Sève chante pour la 3ème fois de l’album. J’ai innové pour la prise de son.
Je me souviens que je cherchais une façon de créer un intimité, un chuchotement au creu de l’oreille. Il fallait surtout que Sève est un excellent retour afin qu’elle n’ait pas à forcer et qu’elle s’entende bien pendant la prise de son. La solution a été paradoxalement de pousser le gain d’entrée (tant pis pour le souffle qui vient immanquablement avec cette pratique) et de demander à Sève de chanter à plus d’un mètre du micro. Vous pourrez prêter attention au résultat en écoutant la chanson.

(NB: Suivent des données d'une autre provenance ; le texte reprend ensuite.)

#[test]
fn coplanar_and_collinear_groups_in_3d_are_degenerate() {
    let plane = set3(&[
        [0.0, 0.0, 5.0],
        [1.0, 0.0, 5.0],
        [0.0, 1.0, 5.0],
        [1.0, 1.0, 5.0],
        [0.3, 0.7, 5.0],
    ]);
    let all: Vec<usize> = (0..5).collect();
    assert!(matches!(
        fit_points(
            &plane,
            &all,
            "F",
            RegionKind::Group,
            None,
            &FitOptions::default()
        ),
        Err(CoreError::DegenerateGeometry {
            shape: "coplanar",
            ..
        })
    ));
    let line = set3(&[
        [0.0, 0.0, 0.0],
        [1.0, 1.0, 1.0],
        [2.0, 2.0, 2.0],
        [-1.0, -1.0, -1.0],
    ]);
    assert!(matches!(
        fit_points(
            &line,
            &[0, 1, 2, 3],
            "L",
            RegionKind::Group,
            None,
            &FitOptions::default()
        ),
        Err(CoreError::DegenerateGeometry {
            shape: "collinear",
            ..
        })
    ));
}

#[test]
fn coincident_points_are_degenerate() {
    // Four readings of one monument (differences at coordinate rounding, 1e-9 m).
    let s = set2(&[
        [OFFSET, OFFSET],
        [OFFSET + 1e-9, OFFSET],
        [OFFSET, OFFSET + 1e-9],
        [OFFSET - 1e-9, OFFSET - 1e-9],
    ]);
    assert!(matches!(
        fit_points(
            &s,
            &[0, 1, 2, 3],
            "C",
            RegionKind::Group,
            None,
            &FitOptions::default()
        ),
        Err(CoreError::DegenerateGeometry {
            shape: "coincident",
            ..
        })
    ));
}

Sinon que dire de l’arrangement ? C’est une ballade. Les solos sont très plaintifs. Je trouve que ça renforce l’ambiance triste (y’avait peu être pas besoin…). Je suis assez fier aussi de la façon dont j’ai introduit le piano dans l’ensemble.
ça reste une sorte de tic chez moi cette façon d’empiler les instruments.  Même si cette pratique est loin d’être originale, je n’arrive pas toujours à m’en affranchir.

Voici donc finie cette petite expression sur cette 9ème chanson de « Ere de Je ».
Dernière palabre avec la ligne droite de l’ultime titre.